How is taking the “no masks for most medical professionals” approach the most sensible approach in these circumstances?

Because we don’t have enough of them. So much so that people are proposing making home made masks for hospitals. We need to only use them for the thing they are actually necessary and very important for. Also the original post was about normal people wearing them around town which is an even worse idea for the same reasons and is what I was actual caring about. That most med professionals don’t need to wear them was just being used as a way to accentuate how much average people should not be using them.

Huh, that’s interesting. The implication being that since SARS is also a corona virus that it would have similar enough transmission methods to Covid 19 that the study on effective ways to prevent transmission would apply to Covid as well? I am curious where that line of research ends up going.

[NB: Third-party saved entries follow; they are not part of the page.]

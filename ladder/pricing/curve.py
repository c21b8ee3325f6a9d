"""The government curve: par yields bootstrapped to discount factors, zero and forward rates.

Curve measure: time ``t`` is ACT/365F years from the curve date; ``DF(t) = exp(-F(t))`` where
``F(t)`` is the integral of the instantaneous forward rate from 0 to ``t``. Rates are decimals.

Par instruments (what each quoted tenor means; government par yields, semiannual bond-equivalent):
- tenors of 6M and below are single-payment bills, ``DF(T) = 1 / (1 + y * T)``: the bond-equivalent
  yield of 31 CFR 356 App. B VI.D.1, a simple rate on ACT/365F;
- longer tenors (whole half-years) are semiannual par bonds priced at 100: a coupon of ``y / 2`` per
  unit face every half-year (31 CFR 356 App. B I.A: half the annual rate, whatever the days), the
  dates stepped back from the maturity in 6-month steps, unadjusted; ``sum(y/2 * DF(t_i)) + DF(T) = 1``.
Maturities are the curve date plus the tenor in months, with the end-of-month rule (a month-end curve
date gives month-end dates; common practice, as in ``ladder.market.schedule``). Payment dates are
not rolled to business days: the curve prices the quoted instruments on their nominal dates.

Interpolation between the maturities (the nodes), and extrapolation past the last one with a flat
instantaneous forward equal to the last interval's average (discrete) forward, as QuantLib's
piecewise curves do; it is positive whenever that discrete forward is:
- ``"monotone_convex"`` (default): the monotone convex method of P. S. Hagan and G. West,
  "Interpolation Methods for Curve Construction", Applied Mathematical Finance 13(2), 2006, with
  their positivity bound on the node forwards (within [0, 2 * min(adjacent discrete forwards)]).
  Where discrete forwards are negative we apply its mirror image ([2 * max, 0]), and where they
  change sign the node forward is 0: our extension, which keeps each interval's forward on the sign
  of its discrete forward and the curve continuous in its inputs. The instantaneous forward is
  continuous, reproduces every discrete forward between nodes exactly, is positive when the
  discrete forwards are, and monotone where they are; where the bound is inactive it equals
  QuantLib's ``ConvexMonotone(quadraticity=0, monotonicity=1, forcePositive=False)``, which that
  library documents as the basic Hagan-West method. The method is not linear in its inputs, so
  responses to separate bumps add up only to first order in small bumps (see ``ladder.risk``).
- ``"log_linear"``: ``ln DF`` linear in ``t`` between nodes (piecewise-constant forwards).

Bootstrap: the node discount factors solve "every par instrument prices exactly at par" as one
system (Newton's method, finite-difference Jacobian, step halving), vectorized across any number of
scenarios; monotone convex is non-local (a node's forward depends on both neighbouring intervals),
so the nodes are solved together rather than one after another. Residuals are below 1e-13 per unit
face. Par yields that leave no positive discount factors (e.g. a 30Y far above a 20Y) raise
ValueError.
"""

from __future__ import annotations

from collections.abc import Callable, Sequence
from dataclasses import dataclass, field

import numpy as np

from ladder.market.dates import add_months, days_between, is_month_end, to_days
from ladder.market.tenors import tenor_label, tenor_months

METHODS = ("monotone_convex", "log_linear")
BILL_MAX_MONTHS = 6          # tenors at or below are single-payment bills
MAX_TENOR_MONTHS = 600       # 50Y: a longer government tenor is taken as a typing error
_TOLERANCE = 1e-13           # largest pricing error of a par instrument, per unit face
_MAX_ITERATIONS = 40
_HALVINGS = 12
_BUMP = 1e-6                 # finite-difference step on F(node) for the Jacobian


def tenor_problems(months: Sequence[int]) -> list[tuple[int, str]]:
    """Why a list of tenors (in months, file order) cannot make a curve: ``(index, message)`` pairs.

    Tenors must be strictly increasing, start at or below 6M (a bill), be whole half-years beyond 6M
    (semiannual par bonds) and not exceed 50Y. An empty list is a problem at index 0.
    """
    if len(months) == 0:
        return [(0, "no tenors: a curve needs at least one par yield")]
    problems = []
    seen: dict[int, int] = {}
    for i, m in enumerate(months):
        label = tenor_label(m)
        if m > MAX_TENOR_MONTHS:
            problems.append((i, f"tenor {label} is beyond {tenor_label(MAX_TENOR_MONTHS)}"))
        elif m > BILL_MAX_MONTHS and m % 6:
            problems.append((i, f"tenor {label}: tenors beyond {BILL_MAX_MONTHS}M are semiannual par bonds "
                                "and must be whole half-years (1Y, 18M, 2Y, ...)"))
        if m in seen:
            problems.append((i, f"tenor {label} appears twice (also entry {seen[m] + 1})"))
        elif i and m < months[i - 1]:
            problems.append((i, f"tenor {label} comes after {tenor_label(months[i - 1])}: "
                                "list tenors from shortest to longest"))
        seen.setdefault(m, i)
    if months[0] > BILL_MAX_MONTHS:
        problems.append((0, f"the curve must start at or below {BILL_MAX_MONTHS}M (a bill tenor); "
                            f"its first tenor is {tenor_label(months[0])}"))
    return problems


@dataclass(frozen=True, eq=False)
class ParCurve:
    """Quoted government par yields by tenor.

    ``tenors``: labels such as ``"3M"``, ``"2Y"`` (normalized: ``"12M"`` becomes ``"1Y"``);
    ``months``: int64 (n,), derived; ``par_yields``: float64 (n,), decimals, semiannual bond-equivalent
    (bill tenors: simple ACT/365F). Raises ValueError on tenors that break ``tenor_problems``.
    """

    tenors: tuple[str, ...]
    par_yields: np.ndarray
    months: np.ndarray = field(init=False)

    def __post_init__(self) -> None:
        months = np.array([tenor_months(t) for t in self.tenors], dtype=np.int64)
        problems = tenor_problems(list(months))
        if problems:
            raise ValueError("; ".join(message for _, message in problems))
        yields = np.array(self.par_yields, dtype=np.float64)
        if yields.shape != months.shape or not np.all(np.isfinite(yields)):
            raise ValueError(f"need one finite par yield per tenor ({len(months)}), got {yields.shape}")
        object.__setattr__(self, "tenors", tuple(tenor_label(m) for m in months))
        object.__setattr__(self, "months", months)
        object.__setattr__(self, "par_yields", yields)

    def __len__(self) -> int:
        return len(self.tenors)

    @property
    def years(self) -> np.ndarray:
        """Nominal tenor in years (months / 12), float64 (n,): the axis of scenario shapes."""
        return self.months / 12.0

    def shifted(self, shift_bp) -> "ParCurve":
        """The same tenors with every par yield moved by ``shift_bp`` (scalar or (n,), basis points)."""
        return ParCurve(self.tenors, self.par_yields + np.asarray(shift_bp, dtype=np.float64) / 1e4)


def _years_from(curve_date, dates) -> np.ndarray:
    """ACT/365F years from ``curve_date`` to ``dates`` (float64, NaN where NaT)."""
    return days_between(curve_date, dates) / 365.0


@dataclass(frozen=True, eq=False)
class ParInstruments:
    """Terms of the par instruments behind a curve on a curve date (no quotes), on one time grid.

    ``maturity_dates`` (n,) datetime64[D]; ``maturity_times`` (n,) ACT/365F years; ``is_bill`` (n,);
    ``times`` (m,) sorted unique cash-flow times of all instruments; ``coupon_flows`` (n, m): 1 where
    a par bond pays a coupon at ``times[k]``; ``maturity_flows`` (n, m): 1 at each instrument's maturity.
    """

    curve_date: np.datetime64
    tenors: tuple[str, ...]
    maturity_dates: np.ndarray
    maturity_times: np.ndarray
    is_bill: np.ndarray
    times: np.ndarray
    coupon_flows: np.ndarray
    maturity_flows: np.ndarray

    def cash_flows(self, par_yields) -> np.ndarray:
        """Cash flows per unit face, shape (S, n, m), for par yields of shape (S, n) (decimals)."""
        y = np.atleast_2d(np.asarray(par_yields, dtype=np.float64))
        coupon = np.where(self.is_bill, 0.0, y / 2.0)
        redemption = np.where(self.is_bill, 1.0 + y * self.maturity_times, 1.0)
        return coupon[..., None] * self.coupon_flows + redemption[..., None] * self.maturity_flows


def par_instruments(par_curve: ParCurve, curve_date) -> ParInstruments:
    """The par instruments of ``par_curve`` quoted on ``curve_date`` (see the module docstring)."""
    curve_date = np.datetime64(curve_date, "D")
    months = par_curve.months
    maturity = add_months(np.full(months.shape, curve_date), months, is_month_end(curve_date))
    is_bill = months <= BILL_MAX_MONTHS
    steps = np.arange(max(1, int(months.max()) // 6))
    has_coupon = ~is_bill[:, None] & (steps[None, :] < (months // 6)[:, None])
    coupon_dates = add_months(maturity[:, None], -6 * steps[None, :], is_month_end(maturity)[:, None])
    coupon_times = _years_from(curve_date, coupon_dates)
    maturity_times = _years_from(curve_date, maturity)
    times, inverse = np.unique(np.concatenate([coupon_times[has_coupon], maturity_times]),
                               return_inverse=True)
    n, m = len(months), len(times)
    rows = np.nonzero(has_coupon)[0]
    coupon_flows = np.zeros((n, m))
    coupon_flows[rows, inverse[:len(rows)]] = 1.0
    maturity_flows = np.zeros((n, m))
    maturity_flows[np.arange(n), inverse[len(rows):]] = 1.0
    return ParInstruments(curve_date, par_curve.tenors, maturity, maturity_times, is_bill, times,
                          coupon_flows, maturity_flows)


# ---- interpolation: F(t), the integrated forward, from F at the nodes ------------------------------
# Every function takes node_times (n+1,) with node_times[0] = 0, node values F (B, n+1) with
# F[:, 0] = 0, and times t (m,); it returns (B, m). Past the last node the forward is flat.

def _locate(node_times: np.ndarray, t: np.ndarray):
    """Interval i (1..n) of each time, its position x in [0, 1], length, and the time past the end."""
    n = len(node_times) - 1
    i = np.clip(np.searchsorted(node_times, t, side="left"), 1, n)
    width = node_times[i] - node_times[i - 1]
    x = (np.minimum(t, node_times[-1]) - node_times[i - 1]) / width
    return i, x, width, np.maximum(t - node_times[-1], 0.0)


def _discrete_forwards(node_times: np.ndarray, F: np.ndarray) -> np.ndarray:
    """Average forward over each interval, (B, n)."""
    return np.diff(F, axis=-1) / np.diff(node_times)


def _log_linear_integral(node_times, F, t):
    i, x, _, past = _locate(node_times, t)
    fd = _discrete_forwards(node_times, F)
    return F[:, i - 1] + (F[:, i] - F[:, i - 1]) * x + fd[:, -1:] * past


def _log_linear_forward(node_times, F, t):
    i, _, _, past = _locate(node_times, t)
    fd = _discrete_forwards(node_times, F)
    return np.where(past > 0, fd[:, -1:], fd[:, i - 1])


def _node_forwards(node_times: np.ndarray, fd: np.ndarray) -> np.ndarray:
    """Hagan-West instantaneous forwards at the nodes, (B, n+1), with the sign-preserving bound.

    A node's forward is kept within [0, 2 * min] of its adjacent discrete forwards when they are
    positive (Hagan and West's positivity bound), within [2 * max, 0] when they are negative, and
    at 0 where the discrete forward changes sign; the bound is continuous in the forwards.
    """
    if fd.shape[1] == 1:
        return np.repeat(fd, 2, axis=1)
    w = np.diff(node_times)
    f = np.empty((fd.shape[0], fd.shape[1] + 1))
    f[:, 1:-1] = (w[:-1] * fd[:, 1:] + w[1:] * fd[:, :-1]) / (w[:-1] + w[1:])
    f[:, 0] = fd[:, 0] - 0.5 * (f[:, 1] - fd[:, 0])
    f[:, -1] = fd[:, -1] - 0.5 * (f[:, -2] - fd[:, -1])
    low = np.concatenate([fd[:, :1], np.minimum(fd[:, :-1], fd[:, 1:]), fd[:, -1:]], axis=1)
    high = np.concatenate([fd[:, :1], np.maximum(fd[:, :-1], fd[:, 1:]), fd[:, -1:]], axis=1)
    return np.clip(f, 2.0 * np.minimum(high, 0.0), 2.0 * np.maximum(low, 0.0))


def _shape_terms(g0: np.ndarray, g1: np.ndarray):
    """Hagan-West's four sectors for g = f - f_discrete on an interval, g(0) = g0, g(1) = g1.

    Sector (i) is the quadratic ``g0 (1 - 4x + 3x^2) + g1 (3x^2 - 2x)``; sectors (ii)-(iv) have the
    form ``A + (g0 - A) (max(eta - x, 0) / eta)^2 + (g1 - A) (max(x - eta, 0) / (1 - eta))^2``.
    Returns (quadratic mask, A, eta); every shape integrates to zero over [0, 1].
    """
    quadratic = (((g0 > 0) & (g1 <= -0.5 * g0) & (g1 >= -2 * g0))
                 | ((g0 < 0) & (g1 >= -0.5 * g0) & (g1 <= -2 * g0)))
    flat_start = ((g0 < 0) & (g1 > -2 * g0)) | ((g0 > 0) & (g1 < -2 * g0))
    flat_end = ((g0 > 0) & (g1 < 0) & (g1 > -0.5 * g0)) | ((g0 < 0) & (g1 > 0) & (g1 < -0.5 * g0))
    with np.errstate(divide="ignore", invalid="ignore"):
        eta = np.select([flat_start, flat_end], [(g1 + 2 * g0) / (g1 - g0), 3 * g1 / (g1 - g0)],
                        g1 / (g0 + g1))
        a = np.select([flat_start, flat_end], [g0, g1], -g0 * g1 / (g0 + g1))
    # Unused where the quadratic applies, or 0/0 where g0 = g1 = 0 (then g = 0 everywhere).
    return quadratic, np.where(np.isfinite(a), a, 0.0), np.where(np.isfinite(eta), eta, 0.5)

There were two things that I was concerned about in your post and I mistakenly quoted the wrong one. One was on the effectiveness of masks vs focusing on surface contamination and the other is that authorities intentionally suppressed the idea that masks might be more effective in combating covid 19 in an effort to keep consumers from buying them. The latter is what I’m more concerned about when I said it sounded like a conspiracy theory.

I don’t understand how he can be so sure that proper hand sanitizing == you will not get COVID-19.

Clearly hand sanitization is very important, but is transmission via droplets through sneezing and coughing proven to not be a mode of infection now? That would be pretty big news, wouldn’t it?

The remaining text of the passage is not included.